(604b) Average and Local Distribution of Glass Transition Temperatures of Pmma-Swcnt Nanocomposites Studied Via Fluorescence | AIChE

(604b) Average and Local Distribution of Glass Transition Temperatures of Pmma-Swcnt Nanocomposites Studied Via Fluorescence

Authors 

Rittigstein, P. - Presenter, Northwestern University
Ramanathan, T. - Presenter, Northwestern University
Flory, A. L. - Presenter, Northwestern University
Brinson, L. C. - Presenter, Northwestern University


Polymer nanocomposites are the subject of increasing interest due to the unique properties that can be achieved with them. The presence of nanofillers in the polymer matrix can drastically alter the chain segmental mobility and limit the number of conformations of the polymer, changing the properties of the system. Previously [1], it was shown that addition of silica and alumina nanoparticles to the polymer matrix modifies the average Tg of the polymer. Here, both local and average values of Tg are characterized in polymer nanocomposites with single-walled carbon nanotubes (SWCNT). This is the first study to determine discrete distribution of Tg in polymer-nanofiller nanocomposites.

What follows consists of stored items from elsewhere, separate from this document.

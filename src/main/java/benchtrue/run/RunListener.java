package benchtrue.run;

/** Told of all that happens in a run, in order, on the thread of the engine. */
public interface RunListener {
    /**
     * After each reading.
     *
     * @param engine the state after the reading; read it now, it changes with the next
     */
    void reading(Engine engine);

    void event(Event event);

    void closed(Closing closing);
}
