package benchtrue.run;

import java.util.concurrent.TimeUnit;
import org.jspecify.annotations.Nullable;

/**
 * The loop of a run: what was asked, next reading, its turn, show. All of a run but its source's reader happens on the thread
 * that calls {@link #run}.
 */
public final class Runner {
    private static final long FRAME = TimeUnit.MILLISECONDS.toNanos(50);
    private static final double[] PACES = {0.5, 1, 2, 5, 10, 20, 50, 100, 200, 500, 1000, Double.POSITIVE_INFINITY};

    private final Setup setup;
    private final SourceMaker maker;
    private final SourceMaker record;
    private final Options options;
    private final RunListener listener;
    private final Desk desk;
    private final Pacer pacer;
    private Session session;
    private Views views;
    private double pace;
    private double jumpTo = Double.NEGATIVE_INFINITY;
    private boolean paused;
    private boolean toNextAlarm;
    private boolean oneStep;
    private boolean closed;
    private @Nullable Closing closing;
    private long lastShown = Long.MIN_VALUE;
    private long lastReadingNanos;

    /** @param record opens what was recorded, for the closing: of a replay the same file again */
    public Runner(
            Setup setup, SourceMaker maker, SourceMaker record, Options options, RunListener listener, Desk desk) {
        this.setup = setup;
        this.maker = maker;
        this.record = record;
        this.options = options;
        this.listener = listener;
        this.desk = desk;
        pace = options.pace();
        pacer = new Pacer(pace);
        session = new Session(setup, maker, options.acts(), listener);
        views = new Views(session.engine());
    }

    /** Runs to the end of the source or until it is closed; the summary has then been told to the listener. */
    public Closing run() throws InterruptedException {
        try {
            lastReadingNanos = System.nanoTime();
            pacer.restart(0, lastReadingNanos);
            while (!closed && (options.shown() || !session.ended())) {
                obey(desk.poll());
                advance();
                show(false);
            }
            return finish();
        } finally {
            session.close();
        }
    }

    private void advance() throws InterruptedException {
        if (paused || session.ended()) {
            close();
            obey(desk.poll(FRAME));
            return;
        }
        if (!session.due()) {
            session.fetch();
        }
        if (session.due()) {
            takeInItsTime();
        }
    }

    private void takeInItsTime() throws InterruptedException {
        long now = System.nanoTime();
        long wait = hurries() ? 0 : pacer.wait(session.dueTime(), now);
        if (wait > 0) {
            obey(desk.poll(Math.min(wait, FRAME)));
            return;
        }
        long alarms = session.engine().alarmsRaised();
        session.take();
        lastReadingNanos = now;
        closing = null;
        if (options.shown()) {
            views.reading();
        }
        boolean reached = session.engine().time() >= jumpTo && jumpTo != Double.NEGATIVE_INFINITY;
        if (oneStep || reached || (toNextAlarm && session.engine().alarmsRaised() > alarms)) {
            pause();
        }
    }

    /** Whether it goes as fast as it can to something that was asked for. */
    private boolean hurries() {
        return oneStep || toNextAlarm || jumpTo != Double.NEGATIVE_INFINITY;
    }

    private void pause() {
        paused = true;
        oneStep = false;
        toNextAlarm = false;
        jumpTo = Double.NEGATIVE_INFINITY;
    }

    private void obey(@Nullable Message first) {
        for (Message message = first; message != null; message = desk.poll()) {
            if (message instanceof Act act) {
                session.act(act);
                closing = null;
            } else if (message instanceof Control control) {
                obey(control);
            }
            lastShown = Long.MIN_VALUE;
        }
    }

    private void obey(Control control) {
        if (control instanceof Control.Close) {
            closed = true;
        } else if (control instanceof Control.Summarise) {
            closing = session.engine().reading() == 0 ? null : summarise();
        } else if (control instanceof Control.BeginSpell || control instanceof Control.EndSpell) {
            views.observe(control instanceof Control.BeginSpell);
        } else if (!setup.live()) {
            drive(control);
        }
    }

    private void drive(Control control) {
        if (control instanceof Control.Pause) {
            pause();
        } else if (control instanceof Control.Faster || control instanceof Control.Slower) {
            pace = next(control instanceof Control.Faster);
        } else if (control instanceof Control.Restart) {
            again();
        } else if (control instanceof Control.JumpTo jump) {
            if (jump.seconds() < session.engine().time()) {
                again();
            }
            jumpTo = jump.seconds();
            paused = false;
        } else {
            oneStep = control instanceof Control.Step;
            toNextAlarm = control instanceof Control.NextAlarm;
            paused = false;
        }
        double time = session.engine().time();
        pacer.pace(pace, Double.isNaN(time) ? 0 : time, System.nanoTime());
    }

    private double next(boolean faster) {
        double best = pace;
        for (double candidate : PACES) {
            if (faster ? candidate > pace : candidate < pace) {
                best = candidate;
                if (faster) {
                    return best;
                }
            }
        }
        return best;
    }

    /** Back to the first reading: nothing of the pass before is left. */
    private void again() {
        session.close();
        listener.restarted();
        session = new Session(setup, maker, options.acts(), listener);
        views = new Views(session.engine());
        closing = null;
        paused = false;
    }

    /** The summary of a run that is over is computed once, before anybody asks. */
    private void close() {
        if (session.ended() && closing == null) {
            closing = summarise();
        }
    }

    private Closing summarise() {
        return new Closer(session.engine(), record, session.lost()).close();
    }

    private Closing finish() {
        Closing last = closing == null ? summarise() : closing;
        closing = last;
        listener.closed(last);
        show(true);
        return last;
    }

    private void show(boolean always) {
        long now = System.nanoTime();
        if (!options.shown() || !(always || lastShown == Long.MIN_VALUE || now - lastShown >= FRAME)) {
            return;
        }
        lastShown = now;
        double age = setup.live() ? (now - lastReadingNanos) * 1e-9 : Double.NaN;
        desk.show(views.snapshot(phase(), pace, session.source(), age, closing));
    }

    private Snapshot.Phase phase() {
        if (session.ended() || closed) {
            return Snapshot.Phase.ENDED;
        }
        if (session.gone()) {
            return Snapshot.Phase.LOST;
        }
        if (session.engine().reading() == 0) {
            return Snapshot.Phase.WAITING;
        }
        return paused ? Snapshot.Phase.PAUSED : Snapshot.Phase.RUNNING;
    }
}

Single-walled carbon nanotubes functionalized with amide groups, via chemical modification of carboxyl groups introduced on the carbon nanotube surface [2], allow for a covalent bonding with poly(methyl methacrylate) (PMMA) [3] to generate PMMA/SWCNT hybrid nanoparticles that were used as nanofillers for bulk PMMA. Fluorescence was used to measure both the local Tg and the average Tg of the system. The local PMMA Tg was measured using 4-tricyanovinyl-[N-(2-hydroxyethyl)-N-ethyl]aniline (TC1)-labeled PMMA attached to the SWCNT; these labeled PMMA/SWCNT hybrid nanoparticles were embedded in a non-labeled PMMA matrix. The average Tg was obtained by including non-labeled hybrid nanoparticles in a pyrene-doped PMMA matrix. It is important to note that the labeled and non-labeled PMMA have approximately the same bulk Tg and molecular weight; therefore, the local and average measurements of Tgs can be compared.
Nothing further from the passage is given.